Jason cloned the repository here:
[https://github.com/historicalsource/zork-1977-source](https://github.com/historicalsource/zork-1977-source)

------
acd
Adventure text games like Zork to a huge extent increased my English language
skills. In order to play adventure games as a kid which I loved doing I had to
understand the text. When I encountered words I did not understand I looked
them up in a dictionary doing learning while playing.

------
theonething
pretty expressive code:

    
    
      >       <SET DUMMY? T>>>
          <COND (<OR <AND <MEMQ <SET O <FIND-OBJ "CANDL">> 
      <AOBJS .WIN>>
            <1? <OLIGHT? .O>>>
              <AND <MEMQ <SET O <FIND-OBJ "TORCH">> <AOBJS .WIN>>
            <1? <OLIGHT? .O>>>>
          <UNWIND
           <PROG ()
            <COND (.DUMMY?
            <TELL
      "I didn't realize that adventurers are stupid enough to light a 
      " 1 <ODESC2 .O> " in a room which reeks of coal gas.
      Fortunately, there is justice in the world.">)
           (<TELL
      "Oh dear.  It appears that the smell coming from this room 
      was coal gas.  I would have thought twice about carrying a 
      " 1 <ODESC2 .O> "in here.">)>
            <FWEEP 7>
            <JIGS-UP "   BOOOOOOOOOOOM      ">>
           <JIGS-UP "   BOOOOOOOOOOOM      ">>)>)>>
    

So if you come into this room with a candle or a torch, you're a dummy and get
told as much.
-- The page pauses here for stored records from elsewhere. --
/* liftmatch charts: draw every chart whose data block is on the page (also after an htmx swap). */
(function () {
  "use strict";
  const PALETTE = ["#0f6e78", "#8a5a00", "#4b3f8f", "#2f6f3e", "#9c3d54", "#3d5a80", "#6b7280", "#b45f06"];
  const charts = {};

  function draw(id, config) {
    const canvas = document.getElementById(id);
    if (!canvas || !window.Chart) return;
    if (charts[id]) charts[id].destroy();
    config.options = Object.assign({ animation: false, responsive: true, maintainAspectRatio: false }, config.options || {});
    charts[id] = new window.Chart(canvas, config);
  }

  function predictCharts() {
    const node = document.getElementById("predict-chart-data");
    if (!node) return;
    const data = JSON.parse(node.textContent || "null");
    if (!data) return;
    const curve = data.curve;
    const xy = (ys) => curve.thrust_n.map((x, i) => ({ x: x, y: ys[i] }));
    draw("chart-curves", {
      type: "scatter",
      data: { datasets: [
        { label: "electrical power [W]", data: xy(curve.electrical_power_w), showLine: true, pointRadius: 0, borderColor: PALETTE[0], yAxisID: "power" },
        { label: "specific thrust [g/W]", data: xy(curve.specific_thrust_g_per_w), showLine: true, pointRadius: 0, borderColor: PALETTE[1], borderDash: [6, 3], yAxisID: "gw" },
        { label: "requested points", data: data.points.map((p) => ({ x: p.thrust_n, y: p.electrical_power_w })), pointStyle: "rectRot", pointRadius: 7, backgroundColor: PALETTE[2], yAxisID: "power" },
      ] },
      options: { scales: {
        x: { title: { display: true, text: "thrust per rotor [N]" } },
        power: { position: "left", title: { display: true, text: "electrical power [W]" } },
        gw: { position: "right", title: { display: true, text: "specific thrust [g/W]" }, grid: { drawOnChartArea: false } },
      } },
    });
    const terms = ["motor_copper", "motor_no_load", "esc_conduction", "pwm_ripple", "switching", "dead_time", "input_capacitor", "calibrated_pwm"];
    draw("chart-losses", {
      type: "bar",
      data: { labels: data.losses.map((l) => l.label), datasets: terms.map((t, i) => ({
        label: t.replace("_", " ") + " [W]", data: data.losses.map((l) => l[t]), backgroundColor: PALETTE[i % PALETTE.length] })) },
      options: { scales: { x: { stacked: true }, y: { stacked: true, title: { display: true, text: "loss per rotor [W]" } } } },
    });
  }

  function all() { predictCharts(); }
  document.addEventListener("DOMContentLoaded", all);
  document.addEventListener("htmx:afterSettle", all);
  window.liftmatchCharts = { draw: draw, palette: PALETTE };
})();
And then the jigs up, BOOOOOOM

------
tosh
Great way to learn more about Zork and the Z-machine:

Eric Lippert wrote an ocaml implementation and blogged about it

[https://ericlippert.com/2016/02/03/north-of-
house/](https://ericlippert.com/2016/02/03/north-of-house/)

------
neotek
Is it possible to play Zork for the first time without a guide or manual of
some kind? Could I fire up a copy today and dive straight in or do I need some
external information?

Edit: and a follow-up question, is there a good Z-Machine interpreter for the
macOS terminal?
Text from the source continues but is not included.